> **Task details**: Look for the string "Quantity" in the listing. Copy each line that has it.

> **The input**:

- Opening Delimiter -

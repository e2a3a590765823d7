//! The (p, T) batch pipeline: elements located one by one (the liquid-side
//! saturation pressures computed over lanes first), sorted into lanes by
//! region, each full set of lanes evaluated at once; every other element
//! (region 3, out of range, not finite) goes to the scalar call.

use crate::equations::saturation_line::saturation_pressure_of;
use crate::error::Error;
use crate::locate::regions::{liquid_side_temperature, locate_with, Located};
use crate::numerics::lanes::Lanes;
use crate::read::state::Region;
use crate::units::input::native_input;
use crate::units::{Quantity, Units};

/// What a batch computes of each (p, T): over lanes in regions 1, 2 and 5,
/// and the scalar call it must match bit for bit, which also serves every
/// element the lanes do not.
pub(crate) trait PtKernel {
    /// One element's result.
    type Output;
    /// The results of `N` native (p, T) in `region` (1, 2 or 5), in `units`.
    fn lanes<const N: usize>(
        &self,
        region: Region,
        p: Lanes<N>,
        t: Lanes<N>,
        units: Units,
    ) -> [Self::Output; N];
    /// The scalar call on the caller's own `p` and `t` in `units`.
    fn scalar(&self, p: f64, t: f64, units: Units) -> Result<Self::Output, Error>;
}

/// Room for the elements of one region waiting for a full set of lanes:
/// up to N − 1 left over, and N more from one block of given elements.
const ROOM: usize = 32;

/// Elements of one region waiting for a full set of lanes: their index
/// and native (p, T).
struct Waiting {
    region: Region,
    index: [usize; ROOM],
    p: [f64; ROOM],
    t: [f64; ROOM],
    len: usize,
}

impl Waiting {
    fn new(region: Region) -> Waiting {
        Waiting {
            region,
            index: [0; ROOM],
            p: [0.0; ROOM],
            t: [0.0; ROOM],
            len: 0,
        }
    }

    #[inline(always)]
    fn push(&mut self, (i, p, t): (usize, f64, f64)) {
        self.index[self.len] = i;
        self.p[self.len] = p;
        self.t[self.len] = t;
        self.len += 1;
    }

    /// Evaluates the first `N` waiting elements (fewer at the end: unused
    /// lanes repeat the first element and are not reported).
    #[inline(always)]
    fn flush<const N: usize, K: PtKernel>(
        &mut self,
        kernel: &K,
        units: Units,
        each: &mut impl FnMut(usize, Result<K::Output, Error>),
    ) {
        let taken = self.len.min(N);
        let lane = |x: &[f64; ROOM], k: usize| if k < taken { x[k] } else { x[0] };
        let p = Lanes::<N>(core::array::from_fn(|k| lane(&self.p, k)));
        let t = Lanes::<N>(core::array::from_fn(|k| lane(&self.t, k)));
        let results = kernel.lanes(self.region, p, t, units);
        for (k, result) in results.into_iter().take(taken).enumerate() {
            each(self.index[k], Ok(result));
        }
        self.index.copy_within(taken..self.len, 0);
        self.p.copy_within(taken..self.len, 0);
        self.t.copy_within(taken..self.len, 0);
        self.len -= taken;
    }
}

/// Up to `N` consecutive elements as given, to be located together.
struct Given<const N: usize> {
    index: [usize; N],
    p: [f64; N],
    t: [f64; N],
    len: usize,
}

/// Runs `kernel` on every (p, T) of `inputs` in `units`, giving each
/// element's index and result to `each` (grouped by region, so not in
/// order). The pipeline is inlined into each dispatch variant, which
/// compiles it for its instruction set; the lanes are evaluated at one
/// place in it, so the kernel is compiled once per variant.
#[inline(always)]
pub(crate) fn run<const N: usize, K: PtKernel>(
    kernel: &K,
    inputs: impl IntoIterator<Item = (f64, f64)>,
    units: Units,
    mut each: impl FnMut(usize, Result<K::Output, Error>),
) {
    const { assert!(2 * N <= ROOM) };
    let mut waiting = [
        Waiting::new(Region::One),
        Waiting::new(Region::Two),
        Waiting::new(Region::Five),
    ];
    let mut given = Given::<N> {
        index: [0; N],
        p: [0.0; N],
        t: [0.0; N],
        len: 0,
    };
    let mut inputs = inputs.into_iter().enumerate();
    let mut exhausted = false;
    loop {
        // A full set of lanes first; at the end, whatever is left.
        let ready = waiting.iter().position(|w| w.len >= N).or_else(|| {
            exhausted
                .then(|| waiting.iter().position(|w| w.len > 0))
                .flatten()
        });
        if let Some(r) = ready {
            waiting[r].flush::<N, K>(kernel, units, &mut each);
            continue;
        }
        if exhausted {
            return;
        }
        for (i, (p, t)) in inputs.by_ref().take(N) {
            given.index[given.len] = i;
            (given.p[given.len], given.t[given.len]) = (p, t);
            given.len += 1;
        }
        exhausted = given.len < N;
        sort(&mut given, &mut waiting, kernel, units, &mut each);
    }
}

/// Locates the `given` elements and puts each into its region's lanes, or
/// through the scalar call.
#[inline(always)]
fn sort<const N: usize, K: PtKernel>(
    given: &mut Given<N>,
    waiting: &mut [Waiting; 3],
    kernel: &K,
    units: Units,
    each: &mut impl FnMut(usize, Result<K::Output, Error>),
) {
    let mut p = [0.0; N];
    let mut t = [0.0; N];
    // An input that does not convert is the scalar call's (its error).
    let mut converted = [false; N];
    for k in 0..given.len {
        let native = (
            native_input(units, Quantity::Pressure, given.p[k]),
            native_input(units, Quantity::Temperature, given.t[k]),
        );
        if let (Ok(pk), Ok(tk)) = native {
            (p[k], t[k], converted[k]) = (pk, tk, true);
        }
    }
    // Unused lanes and failed conversions compute a harmless psat at 0 K.
    let psat = saturation_pressure_of(liquid_side_temperature(Lanes(t))).0;
    for k in 0..given.len {
        let located = if converted[k] {
            locate_with(p[k], t[k], units, || psat[k]).ok()
        } else {
            None
        };
        let element = (given.index[k], p[k], t[k]);
        match located {
            Some(Located::Region1) => waiting[0].push(element),
            Some(Located::Region2) => waiting[1].push(element),
            Some(Located::Region5) => waiting[2].push(element),
            _ => each(given.index[k], kernel.scalar(given.p[k], given.t[k], units)),
        }
    }
    given.len = 0;
}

- Closing Delimiter -

> **Solution for this exercise**:
use crate::units::{Quantity, Units};
            native_input(units, Quantity::Pressure, given.p[k]),
            native_input(units, Quantity::Temperature, given.t[k]),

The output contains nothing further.